___ Data supplied

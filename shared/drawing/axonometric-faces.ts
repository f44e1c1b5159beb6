import type { Ring } from '../geometry/ring.ts';
import type { SheetPoint, SheetRing } from './frame.ts';
import { orderWalls, splitAtCrossings, type WallInPlan } from './wall-order.ts';

/** A vertical prism on the local plane, in metres. */
export interface Prism {
  /** As `projectPolygon` gives them: outer rings counter-clockwise, holes clockwise. */
  rings: readonly Ring[];
  baseM: number;
  topM: number;
}

/** A direction of view with parallel rays. */
export interface View {
  /** Where the viewer stands, clockwise from true north: 180 looks from the south to the north. */
  fromDeg: number;
  /** How high the viewer looks down from, above the horizon: more than 0, less than 90. */
  altitudeDeg: number;
}

/** One face to paint; later ones hide earlier ones. */
export interface Face {
  /** Index of the prism. */
  prism: number;
  kind: 'wall' | 'roof';
  /** Metres as seen: x to the right, y downward. */
  rings: SheetRing[];
  /** Lines of the prism's own edges among the face's borders; borders that only part a wall for the order are left out. */
  edges: [SheetPoint, SheetPoint][];
  /** For walls, from −1 to 1: how much the wall faces the viewer's right. */
  facesRight: number;
}

/** Turns ground and height in metres into the picture's x and y, in metres. */
export function createPicture(view: View): (x: number, y: number, z: number) => SheetPoint {
  const { right, toward } = directions(view);
  const altitude = (view.altitudeDeg * Math.PI) / 180;
  return (x, y, z) => [
    x * right[0] + y * right[1],
    (x * toward[0] + y * toward[1]) * Math.sin(altitude) - z * Math.cos(altitude),
  ];
}

/**
 * The visible faces of prisms in the order in which they are painted.
 *
 * All prisms are cut at every height at which one begins or ends. From above, material can only
 * hide what is no higher than itself: so layers are painted from the lowest up, in each layer its
 * walls from far to near and then its roofs. That is right for prisms that stand on, in or beside
 * one another, with courtyards and overhangs.
 */
export function listFaces(prisms: readonly Prism[], view: View): Face[] {
  const heights = [...new Set(prisms.flatMap(({ baseM, topM }) => [baseM, topM]))].sort(
    (a, b) => a - b,
  );
  return heights.slice(1).flatMap((upperM, index) => {
    const lowerM = heights[index] ?? upperM;
    const here = prisms.flatMap((prism, number) =>
      prism.baseM <= lowerM && prism.topM >= upperM ? [{ prism, number }] : [],
    );
    const walls = splitAtCrossings(
      here.flatMap(({ prism, number }) => wallsTowardViewer(prism, number, view)),
    );
    const roofs = here.filter(({ prism }) => prism.topM === upperM);
    return [
      ...orderWalls(walls).flatMap((position) => {
        const wall = walls[position];
        return wall === undefined ? [] : [wallFace(wall, lowerM, upperM, view)];
      }),
      ...roofs.map(({ prism, number }) => roofFace(prism, number, view)),
    ];
  });
}

/** Metres by which a wall's layers overlap, because renderers leave a hair between areas that merely touch. */
const seamM = 0.1;

interface Wall extends WallInPlan {
  prism: number;
  baseM: number;
  topM: number;
  facesRight: number;
  /** The wall's ends in plan before it was split. */
  wholeFrom: { across: number; depth: number };
  wholeTo: { across: number; depth: number };
}

function directions({ fromDeg }: View): { right: [number, number]; toward: [number, number] } {
  const angle = (fromDeg * Math.PI) / 180;
  const toward: [number, number] = [Math.sin(angle), Math.cos(angle)];
  return { toward, right: [-toward[1], toward[0]] };
}

function wallsTowardViewer(prism: Prism, number: number, view: View): Wall[] {
  const { right, toward } = directions(view);
  const inPlan = (x: number, y: number) => ({
    across: x * right[0] + y * right[1],
    depth: -(x * toward[0] + y * toward[1]),
  });
  return prism.rings.flatMap((ring) =>
    ring.flatMap((a, index) => {
      const b = ring[(index + 1) % ring.length] ?? a;
      const length = Math.hypot(b[0] - a[0], b[1] - a[1]);
      // The solid lies on the left of every edge, so the wall faces its right.
      const normal = [(b[1] - a[1]) / length, (a[0] - b[0]) / length] as const;
      if (normal[0] * toward[0] + normal[1] * toward[1] < 1e-9) return [];
      const from = inPlan(a[0], a[1]);
      const to = inPlan(b[0], b[1]);
      return [
        {
          prism: number,
          baseM: prism.baseM,
          topM: prism.topM,
          facesRight: normal[0] * right[0] + normal[1] * right[1],
          from,
          to,
          wholeFrom: from,
          wholeTo: to,
        },
      ];
    }),
  );
}

function wallFace(wall: Wall, lowerM: number, upperM: number, view: View): Face {
  const altitude = (view.altitudeDeg * Math.PI) / 180;
  const seen = (at: { across: number; depth: number }, z: number): SheetPoint => [
    at.across,
    -at.depth * Math.sin(altitude) - z * Math.cos(altitude),
  ];
  const paintedFromM = lowerM === wall.baseM ? lowerM : lowerM - seamM;
  const corners: SheetRing = [
    seen(wall.from, paintedFromM),
    seen(wall.to, paintedFromM),
    seen(wall.to, upperM),
    seen(wall.from, upperM),
  ];
  const edges: [SheetPoint, SheetPoint][] = [];
  if (lowerM === wall.baseM) edges.push([seen(wall.from, lowerM), seen(wall.to, lowerM)]);
  if (upperM === wall.topM) edges.push([seen(wall.from, upperM), seen(wall.to, upperM)]);
  if (isSame(wall.from, wall.wholeFrom)) {
    edges.push([seen(wall.from, lowerM), seen(wall.from, upperM)]);
  }
  if (isSame(wall.to, wall.wholeTo)) edges.push([seen(wall.to, lowerM), seen(wall.to, upperM)]);
  return { prism: wall.prism, kind: 'wall', rings: [corners], edges, facesRight: wall.facesRight };
}

function roofFace(prism: Prism, number: number, view: View): Face {
  const picture = createPicture(view);
  const rings = prism.rings.map((ring) => ring.map(([x, y]) => picture(x, y, prism.topM)));
  const edges = rings.flatMap((ring) =>
    ring.map((from, index): [SheetPoint, SheetPoint] => [
      from,
      ring[(index + 1) % ring.length] ?? from,
    ]),
  );
  return { prism: number, kind: 'roof', rings, edges, facesRight: 0 };
}

function isSame(
  a: { across: number; depth: number },
  b: { across: number; depth: number },
): boolean {
  return a.across === b.across && a.depth === b.depth;
}
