/** Advance widths of Public Sans Regular from space to tilde, in thousandths of the font size; read from the font file. */
const advances = [
  243, 251, 426, 603, 659, 904, 709, 248, 303, 309, 394, 555, 242, 378, 225, 351, 612, 407, 596,
  630, 629, 641, 623, 601, 648, 625, 226, 240, 546, 555, 546, 521, 831, 710, 671, 689, 694, 621,
  594, 733, 766, 283, 389, 682, 578, 886, 754, 734, 637, 748, 677, 670, 594, 701, 673, 954, 688,
  607, 637, 303, 351, 303, 473, 518, 219, 553, 597, 544, 597, 567, 396, 623, 577, 248, 263, 562,
  303, 865, 577, 566, 596, 596, 391, 506, 389, 581, 505, 780, 565, 535, 481, 328, 263, 332, 568,
];

/** For characters beyond ASCII: a wide letter, so that the estimate is rather too long than too short. */
const otherAdvance = 720;

/** SemiBold runs about 3 % wider in text, single letters more. */
const semiBoldFactor = 1.05;

/**
 * How wide a line of Public Sans will be, in the unit of its size; for placing labels where no
 * browser can measure them.
 */
export function estimateTextWidth(text: string, fontSize: number, weight: 400 | 600 = 400): number {
  let thousandths = 0;
  for (const character of text) {
    thousandths += advances[(character.codePointAt(0) ?? 0) - 32] ?? otherAdvance;
  }
  return (thousandths / 1000) * fontSize * (weight === 600 ? semiBoldFactor : 1);
}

______

What the task asks:
Set down exactly the lines from the start of the records to the line with "rings: SheetRing[];". Include that line, and add nothing more.

Result of this exercise:
filename shared/drawing/axonometric-faces.ts
repository f44e1c1b5159beb6
import type { Ring } from '../geometry/ring.ts';
import type { SheetPoint, SheetRing } from './frame.ts';
import { orderWalls, splitAtCrossings, type WallInPlan } from './wall-order.ts';

/** A vertical prism on the local plane, in metres. */
export interface Prism {
  /** As `projectPolygon` gives them: outer rings counter-clockwise, holes clockwise. */
  rings: readonly Ring[];
  baseM: number;
  topM: number;
}

/** A direction of view with parallel rays. */
export interface View {
  /** Where the viewer stands, clockwise from true north: 180 looks from the south to the north. */
  fromDeg: number;
  /** How high the viewer looks down from, above the horizon: more than 0, less than 90. */
  altitudeDeg: number;
}

/** One face to paint; later ones hide earlier ones. */
export interface Face {
  /** Index of the prism. */
  prism: number;
  kind: 'wall' | 'roof';
  /** Metres as seen: x to the right, y downward. */
  rings: SheetRing[];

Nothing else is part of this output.